Village and community in Gwynedd, Wales

Ganllwyd is a small village and community in southern Gwynedd, Wales. It lies in the Snowdonia National Park to the north of Dolgellau. A470 passes through it. The Community population taken at the 2011 Census was 179.

==Geography==
The village, which lies where the old Roman road used to ford the River Eden just before it joins with the rivers Mawddach and River Gamlan has 3 large waterfalls and many smaller ones all within Coed y Brenin (the forest of the king).

==Features==
The village includes Dolmelynllyn Hall (owned by the National Trust), and the area is also referred to as the Dolmelynllyn estate. One author suggests an Arthurian link to the village but there is no other corroboration.

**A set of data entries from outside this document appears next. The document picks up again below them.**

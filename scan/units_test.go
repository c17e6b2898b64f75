package scan

import (
	"errors"
	"math"
	"strings"
	"testing"

	"gonum.org/v1/gonum/spatial/r3"
)

func TestUnitsHint(t *testing.T) {
	tests := []struct {
		diameterM float64
		unit      string
		ok        bool
	}{
		{0.2 / 25.4, "in", true}, // a 200 mm base written in inches: 7.87 "mm"
		{0.0002, "m", true},      // 0.2 m written in metres: 0.2 "mm"
		{200, "um", true},        // 200 000 µm: 200 m
		{0.2, "", false},         // plausible already
		{0.08, "", false},        // on the limit (inclusive)
		{0.4, "", false},         // on the limit (inclusive)
		{0.04, "", false},        // a 40 mm part: 1016 mm in inches, 40 m in metres; none fits
		{0.5, "", false},         // 500 mm: 0.5 mm as µm, 12.7 m as inches
		{0.3 / 25.4 * 1.0001, "in", true},
		{0, "", false}, {-1, "", false},
	}
	for _, tt := range tests {
		u, ok := UnitsHint(tt.diameterM)
		if u != tt.unit || ok != tt.ok {
			t.Errorf("UnitsHint(%g) = %q, %v; want %q, %v", tt.diameterM, u, ok, tt.unit, tt.ok)
		}
	}
	// Read in inches, the numbers were millimetres: 200 mm reads as 5.08 m.
	if u, ok := UnitsHintRange(5.08, "in", MinBaseDiameterM, MaxBaseDiameterM); u != "mm" || !ok {
		t.Errorf("read in inches: %q, %v; want mm", u, ok)
	}
}

// TestLevelUnits: a 200 mm base written in inches, metres or µm and read
// as millimetres (issue 8, item 7) is refused with the measured size, the
// plausible range and the unit to try; read in the right unit it passes;
// with the unit given as an option it only warns.
func TestLevelUnits(t *testing.T) {
	const R = 0.1
	sb := synthBase{R: R, Shape: dish(0.3e-3, R), CornerM: 5e-3, WallM: 15e-3, NoiseM: 10e-6, N: 30000, Seed: 5}
	sc := newScanner(FaceUp, 3, 0, 10, r3.Vec{X: 0.02, Z: 0.3})
	// read returns the scan as Read would give it for a file written in
	// unit and read in mm: coordinates in metres scaled by mm per unit.
	read := func(unit, source string) *Cloud {
		c := sc.apply(sb.build())
		k, _ := UnitScale(unit)
		for i, p := range c.Points {
			c.Points[i] = r3.Scale(1e-3/k, p)
		}
		c.Unit, c.UnitSource = "mm", source
		return c
	}
	tests := []struct {
		unit, source string
		want         string  // error text, with # for the measured size; "" = none
		size         float64 // the measured size as read, mm, within 1 %
		warn         string
	}{
		{unit: "mm", source: "default"},
		{unit: "in", source: "default", size: 200 / 25.4, want: "the base measures # mm across, implausible for cookware (80–400 mm); is the file in inches? try --units in"},
		{unit: "m", source: "header", size: 0.2, want: "the base measures # mm across, implausible for cookware (80–400 mm); is the file in metres? try --units m"},
		{unit: "um", source: "default", size: 200000, want: "the base measures # m across, implausible for cookware (80–400 mm); is the file in micrometres (µm)? try --units um"},
		{unit: "in", source: "option", warn: "is the file in inches? try --units in (the file was read in millimetres as asked)"},
	}
	for _, tt := range tests {
		t.Run(tt.unit+" "+tt.source, func(t *testing.T) {
			l, err := Level(read(tt.unit, tt.source), LevelOptions{})
			if tt.want == "" {
				if err != nil {
					t.Fatal(err)
				}
				if w := strings.Join(l.Warnings, "; "); !strings.Contains(w, tt.warn) {
					t.Errorf("warnings %q lack %q", w, tt.warn)
				}
				return
			}
			var se *SizeError
			if !errors.As(err, &se) {
				t.Fatalf("error %v is not a *SizeError", err)
			}
			pre, post, _ := strings.Cut(tt.want, "#")
			msg := err.Error()
			if !strings.HasPrefix(msg, pre) || !strings.HasSuffix(msg, post) {
				t.Errorf("error\n%q, want\n%q", msg, tt.want)
			}
			if got := se.DiameterM * 1e3; math.Abs(got/tt.size-1) > 0.01 {
				t.Errorf("measured %g, want %g within 1 %%", got, tt.size)
			}
			if se.Hint != tt.unit {
				t.Errorf("hint %q, want %q", se.Hint, tt.unit)
			}
		})
	}
}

The village is now surrounded by Forestry Commission and National Trust parkland of conifers and oaks. A large area of surrounding ancient oak woodland is a designated SSSI and has a particularly rich temperate maritime Bryophyte community. The forest has a group of Wellingtonia planted in the early 20th century and Dolmelynllyn has two trees dating from the 1850s in the meadow, one being the second largest in Wales. The forests are full of wildlife, with deer, red squirrels, pine martens, polecats, otters, and other mammals, and a variety of birds from black grouse to merlins, magpies, buzzards, and red kites. There are many walks from the village into the forest, and several free car parks.

==Governance==
Ganllwyd has a community council, responsible for maintenance of local footpaths, footbridges and, until 2017, public toilets. At 179, the community council has the smallest population of any council in Wales. The small population of residents in Ganllwyd are known locally as Gans.

For elections to Gwynedd County Council Ganllwyd is part of a combined Brithdir and Llanfachreth/Ganllwyd/Llanelltyd electoral ward.